# Airliner safety demo



## PetalumaLoco (Oct 5, 2010)

Preflight briefing on Cebu Pacific Airlines.

youtube video


----------



## Devil's Advocate (Oct 5, 2010)

Can you imagine Amtrak employees trying to put on a show like that?! Breaking legs (and hips) as they go. At first glance it seems to be a joke of an airline but apparently Cebu Pacific has an on-time performance that Amtrak would kill for. Then again, it's not like Amtrak would ever be competing with an airline that has zero flights to (let alone _in_) the US. Personally I wish they would just stop with the pre-flight safety briefings. Most people don't pay any attention and those that actually care have already long since heard it a million times over. Just shut up and get the plane in the air. :angry2:


----------



## amtrakwolverine (Oct 5, 2010)

daxomni said:


> Can you imagine Amtrak employees trying to put on a show like that?! Breaking legs (and hips) as they go. At first glance it seems to be a joke of an airline but apparently Cebu Pacific has an on-time performance that Amtrak would kill for. Then again, it's not like Amtrak would ever be competing with an airline that has zero flights to (let alone _in_) the US. Personally I wish they would just stop with the pre-flight safety briefings. Most people don't pay any attention and those that actually care have already long since heard it a million times over. Just shut up and get the plane in the air. :angry2:


Just have a fold out pamphlet like Amtrak does for the safety stuff.


----------



## rrdude (Oct 5, 2010)

daxomni said:


> Can you imagine Amtrak employees trying to put on a show like that?! Breaking legs (and hips) as they go. At first glance it seems to be a joke of an airline but apparently Cebu Pacific has an on-time performance that Amtrak would kill for. Then again, it's not like Amtrak would ever be competing with an airline that has zero flights to (let alone _in_) the US. Personally I wish they would just stop with the pre-flight safety briefings. Most people don't pay any attention and those that actually care have already long since heard it a million times over. Just shut up and get the plane in the air. :angry2:


I don't know about you, but after Capt' Sully's experience on US Airways Flt # 1549, I give the flight attendants my full attention. Boring. Yup. Important. You bet. Life Saving? I hope not, but could be.


----------



## Devil's Advocate (Oct 6, 2010)

rrdude said:


> I don't know about you, but after Capt' Sully's experience on US Airways Flt # 1549, I give the flight attendants my full attention. Boring. Yup. Important. You bet.

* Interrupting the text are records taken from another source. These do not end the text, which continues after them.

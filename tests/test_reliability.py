"""Probes of an attacker and of a clumsy user, kept fixed: received files run no code, absurd numbers are
refused or flagged, bounded parsing, faults become exit 2 and never a crash, spreadsheet-safe CSV.

See docs/security.md for the threat model these tests hold vzero to.
"""

from __future__ import annotations

import hashlib
import shutil
from pathlib import Path

import h5py
import pytest
from vzero.cli.main import main
from vzero.errors import PluginError
from vzero.run.rerun import rerun
from vzero.run.runner import run

from tests.conftest import DATA, linear_plate

# -- 1. no code runs that the user did not name on the command line ------------------------------------------

MARKER_PLUGIN = '''
from pathlib import Path
Path({marker!r}).write_text("ran")
from vzero import hookimpl

@hookimpl
def vzero_register(registry):
    pass
'''


def _plant(folder: Path, marker: Path, name: str = "evil.py") -> Path:
    """A plugin file whose import leaves ``marker`` behind (the probe: did any command import it?)."""
    path = folder / name
    path.write_text(MARKER_PLUGIN.format(marker=str(marker)), "utf-8")
    return path


def _retarget(audit: Path, text: str) -> None:
    """What whoever made a file can do: replace the stored recipe and recompute its hash."""
    with h5py.File(audit, "r+") as f:
        f.attrs["recipe_text"] = text
        f.attrs["recipe_sha256"] = hashlib.sha256(text.encode("utf-8")).hexdigest()


def test_crafted_audit_file_naming_a_plugin_path_runs_no_code(tmp_path: Path):
    recipe = linear_plate(tmp_path / "in")
    audit = run(recipe, tmp_path / "old").audit_path
    marker = tmp_path / "ran.txt"
    evil = _plant(tmp_path, marker)
    with h5py.File(audit, "r") as f:
        text = f.attrs["recipe_text"]
    _retarget(audit, text.replace("steps:", f"plugins: [{evil}]\nsteps:"))
    with pytest.raises(PluginError, match="does not import code an audit file names"):
        rerun(audit, tmp_path / "again")
    assert main(["rerun", str(audit), "--out", str(tmp_path / "cli"), "-q"]) == 2
    for command in (["inspect", str(audit)], ["verify", str(audit)], ["diff", str(audit), str(audit)],
                    ["report", str(audit), "--out", str(tmp_path / "rep"), "--max-panels", "24"],
                    ["export", str(audit), "--format", "xlsx", "--out", str(tmp_path / "x.xlsx")]):
        main(command)
    assert not marker.exists()
    assert not (tmp_path / "again").exists() and not (tmp_path / "cli").exists()


def test_plugin_shipped_beside_the_audit_file_runs_only_when_passed(tmp_path: Path):
    """The file sits where the stored recipe says and its hash matches: still not imported on that word."""
    folder = tmp_path / "in"
    recipe = linear_plate(folder)
    marker = tmp_path / "ran.txt"
    shutil.copy(DATA / "plugins" / "lab_rates.py", folder / "lab_rates.py")
    recipe.write_text(recipe.read_text("utf-8").replace("steps:", "plugins: [lab_rates.py]\nsteps:"), "utf-8")
    audit = run(recipe, tmp_path / "old").audit_path
    (folder / "lab_rates.py").write_text(
        (folder / "lab_rates.py").read_text("utf-8") + f"\nfrom pathlib import Path\nPath({str(marker)!r}).touch()\n")
    with pytest.raises(PluginError, match=r"--plugin lab_rates\.py"):
        rerun(audit, tmp_path / "again")
    assert not marker.exists()
    with pytest.raises(PluginError, match="differs from the old run's"):  # the hash check still holds
        rerun(audit, tmp_path / "again", plugins=[str(folder / "lab_rates.py")])
    assert not marker.exists()


def test_check_runs_no_plugin_code_and_says_what_it_skipped(tmp_path: Path, capsys):
    folder = tmp_path / "in"
    recipe = linear_plate(folder)
    marker = tmp_path / "ran.txt"
    _plant(folder, marker)
    recipe.write_text(recipe.read_text("utf-8").replace("steps:", "plugins: [evil.py]\nsteps:")
                      .replace("- rates:", "- rates: {method: lab-special}\n  - rates:"), "utf-8")
    assert main(["check", str(recipe)]) == 0
    out = capsys.readouterr().out
    assert not marker.exists()
    assert "not checked" in out and "evil.py" in out and "rates: lab-special" in out
    assert main(["check", str(recipe), "--load-plugins"]) == 2  # the user asked: now it runs, and the method is unknown
    assert marker.exists()


# -- 6. faults are errors, not crashes -------------------------------------------------------------------------


def _limited(size: int) -> None:
    """In the child: a file-size limit (the kernel's stand-in for a full disk), its signal ignored so that a
    write fails with EFBIG as on a full disk."""
    import resource
    import signal

    signal.signal(signal.SIGXFSZ, signal.SIG_IGN)
    resource.setrlimit(resource.RLIMIT_FSIZE, (size, size))


@pytest.mark.slow
@pytest.mark.parametrize("size", [2_000, 40_000, 100_000])
def test_full_disk_during_the_audit_write_is_exit_2_and_leaves_nothing(tmp_path: Path, size: int):
    import subprocess
    import sys

    recipe = linear_plate(tmp_path / "in")
    out = tmp_path / "out"
    proc = subprocess.run([sys.executable, "-m", "vzero", "run", str(recipe), "--out", str(out)],
                          preexec_fn=lambda: _limited(size), capture_output=True, text=True, timeout=300)
    assert proc.returncode == 2, proc.stderr[-2000:]  # not -11 (a segmentation fault) nor 3 (internal error)
    assert f"cannot write '{out / 'run.h5'}': File too large" in proc.stderr
    assert "Can't decrement" not in proc.stderr
    assert sorted(p.name for p in tmp_path.iterdir()) == ["in"]  # no partial folder, no target


def test_output_path_that_is_a_file_is_exit_2(tmp_path: Path, capsys):
    recipe = linear_plate(tmp_path / "in")
    (tmp_path / "afile").write_text("x")
    assert main(["run", str(recipe), "--out", str(tmp_path / "afile" / "sub")]) == 2
    err = capsys.readouterr().err
    assert f"cannot write '{tmp_path / 'afile'}'" in err and "A file is in the way" in err


def _dead_pid() -> int:
    import subprocess
    import sys

    proc = subprocess.Popen([sys.executable, "-c", "pass"])
    proc.wait()
    return proc.pid


def test_force_swaps_atomically_and_a_killed_swap_is_restored(tmp_path: Path):
    from vzero.errors import OutputExistsError

    recipe = linear_plate(tmp_path / "in")
    out = tmp_path / "out"
    run(recipe, out)
    first = (out / "run.h5").read_bytes()
    run(recipe, out, force=True)
    assert (out / "run.h5").read_bytes() != first  # the new run (a new run id) is in place
    assert sorted(p.name for p in tmp_path.iterdir()) == ["in", "out"]  # the old run is gone, nothing beside
    # what a --force killed between moving the old run aside and moving the new one in would leave
    pid = _dead_pid()
    (out).rename(tmp_path / f".out.old-{pid}-0badc0de")
    (tmp_path / f".out.partial-{pid}-xyz").mkdir()
    with pytest.raises(OutputExistsError, match="already holds files"):
        run(recipe, out)  # the old run is back at the target, so a run without --force refuses to replace it
    assert (out / "run.h5").is_file()
    assert sorted(p.name for p in tmp_path.iterdir()) == ["in", "out"]


def test_report_files_are_replaced_as_one_set(tmp_path: Path, monkeypatch):
    from vzero.errors import OutputWriteError
    from vzero.run import swap

    swap.replace_set(tmp_path, {"report.html": b"old", "figures/a.png": b"old-a"}, "report")
    real = Path.write_bytes
    calls = []

    def fail_second(self: Path, data: bytes) -> int:
        calls.append(self)
        if len(calls) == 2:
            raise OSError(28, "No space left on device", str(self))
        return real(self, data)

    monkeypatch.setattr(Path, "write_bytes", fail_second)
    with pytest.raises(OutputWriteError, match=r"cannot write '.*figures/a\.png': No space left on device"):
        swap.replace_set(tmp_path, {"report.html": b"new", "figures/a.png": b"new-a"}, "report")
    monkeypatch.undo()
    assert (tmp_path / "report.html").read_bytes() == b"old" and (tmp_path / "figures/a.png").read_bytes() == b"old-a"
    (tmp_path / f".report.partial-{_dead_pid()}-left").mkdir()  # a killed call's staging folder
    swap.replace_set(tmp_path, {"report.html": b"new", "figures/b.png": b"new-b"}, "report")
    assert sorted(str(p.relative_to(tmp_path)) for p in tmp_path.rglob("*")) == ["figures", "figures/b.png",
                                                                                 "report.html"]


# -- 5. bounded parsing ----------------------------------------------------------------------------------------


def _alias_bomb(levels: int = 7) -> str:
    """Each level repeats the one above ten times: 10**levels values from about a kilobyte of text."""
    text = "vzero: 1\nx0: &x0 [a, a, a, a, a, a, a, a, a, a]\n"
    for i in range(1, levels):
        text += f"x{i}: &x{i} [" + ", ".join([f"*x{i - 1}"] * 10) + "]\n"
    return text


def test_yaml_alias_bomb_is_refused_at_once(tmp_path: Path):
    from vzero.errors import RecipeError
    from vzero.recipe import MAX_EXPANDED_NODES, load

    path = tmp_path / "bomb.yaml"
    path.write_text(_alias_bomb(), "utf-8")
    assert len(_alias_bomb()) < 2000 and 10**7 > MAX_EXPANDED_NODES
    with pytest.raises(RecipeError, match=r"bomb\.yaml:\d+ the recipe expands to more than"):
        load(path)
    many = "vzero: 1\nx: &x 1\nl: [" + ", ".join(["*x"] * 300) + "]\n"
    (tmp_path / "many.yaml").write_text(many, "utf-8")
    with pytest.raises(RecipeError, match="more than 200 YAML aliases"):
        load(tmp_path / "many.yaml")


def test_stored_alias_bomb_does_not_stall_the_report(tmp_path: Path):
    from vzero.plugins.report.sources import from_audit

    audit = run(linear_plate(tmp_path / "in"), tmp_path / "old").audit_path
    _retarget(audit, _alias_bomb(8))
    assert from_audit(audit).recipe == {}  # refused by the recipe parser, so the report shows no recipe


def test_xlsx_that_unpacks_too_far_is_refused_before_unpacking(tmp_path: Path):
    import io
    import zipfile

    from vzero.errors import InputFileError
    from vzero.plugins.importers.readers import XLSX_MAX_BYTES, _check_xlsx_size

    buffer = io.BytesIO()
    with zipfile.ZipFile(buffer, "w", zipfile.ZIP_DEFLATED) as z:
        z.writestr("xl/worksheets/sheet1.xml", b"0" * (XLSX_MAX_BYTES + 1))
    packed = buffer.getvalue()
    assert len(packed) < XLSX_MAX_BYTES // 500  # the probe: small on disk
    with pytest.raises(InputFileError, match=r"plate\.xlsx: the \.xlsx workbook unpacks to 200 MB"):
        _check_xlsx_size(packed, "plate.xlsx")


def test_plate_names_unsafe_for_hdf5_or_files_are_refused_at_their_line(tmp_path: Path):
    from vzero.errors import RecipeError
    from vzero.run.runner import check_recipe

    recipe = linear_plate(tmp_path / "in")
    text = recipe.read_text("utf-8")
    for name, why in (("a/b", "slash"), ('"a\\0b"', "control character"), ('".."', "folder reference")):
        recipe.write_text(text.replace("name: p1", f"name: {name}"), "utf-8")
        with pytest.raises(RecipeError, match=rf"recipe\.yaml:\d+ plates: plate name .* {why}"):
            check_recipe(recipe)


def test_non_utf8_recipe_names_its_line(tmp_path: Path):
    from vzero.errors import RecipeError
    from vzero.recipe import load

    path = tmp_path / "r.yaml"
    path.write_bytes(b"vzero: 1\nname: caf\xe9\n")
    with pytest.raises(RecipeError, match=r"r\.yaml:2 is not UTF-8 text \(byte 0xe9"):
        load(path)


# -- 7. safe CSV -------------------------------------------------------------------------------------------------


def test_formula_like_text_is_inert_and_numbers_stay_numbers():
    import pandas as pd
    from vzero.run._csv_fast import csv_text
    from vzero.spreadsheet import inert

    # the usual prefix rule (OWASP, "CSV Injection"): a leading ' before =, +, -, @, tab and CR
    for text in ("=1+41", "+cmd", "-2+3", "@SUM(A1)", "\tx", "\rx", "- 5", "-1 "):
        assert inert(text) == "'" + text
    for text in ("-0.5", "+3", "-1e-07", "-inf", "B7", "note - with dash", ""):
        assert inert(text) == text
    frame = pd.DataFrame({"group": ["=HYPERLINK(\"x\")", "g1", "-12.5"], "rate": [-1.0, 2.0, -3.5]})
    assert csv_text(frame).splitlines() == ["group,rate", "\"'=HYPERLINK(\"\"x\"\")\",-1.0", "g1,2.0",
                                            "-12.5,-3.5"]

The number of people who listened to or cared about the safety briefing on that flight were likely to be the same percentage as on any other, and yet they _all_ survived. Although bird strikes are not exactly uncommon it's rare to have one that causes the loss of _all_ power during a critical stage of flight. Most of the pre-flight announcement probably wouldn't have helped those passengers anyway. Statistically you have a very remote chance of encountering any commercial airline related event that benefits from paying close attention to the pre-flight safety warnings. Meanwhile, many of us live in areas where an increased understanding of _vehicular_ safety would benefit us to just shy of a statistical certainty. If you drive, focus on learning more about that and don't worry about what to do in that rarest of all plane crashes that selectively harms and kills based on the individual preparedness of each passenger.


----------



## Long Train Runnin' (Oct 6, 2010)

daxomni said:


> Can you imagine Amtrak employees trying to put on a show like that?! Breaking legs (and hips) as they go. At first glance it seems to be a joke of an airline but apparently Cebu Pacific has an on-time performance that Amtrak would kill for. Then again, it's not like Amtrak would ever be competing with an airline that has zero flights to (let alone _in_) the US. Personally I wish they would just stop with the pre-flight safety briefings. Most people don't pay any attention and those that actually care have already long since heard it a million times over. Just shut up and get the plane in the air. :angry2:


You have to give them some credit at least in this case they are trying to do something to maybe help the passangers in the event of an evacuation. They stepped back from the standard dry routine and tried to do something positive for passangers.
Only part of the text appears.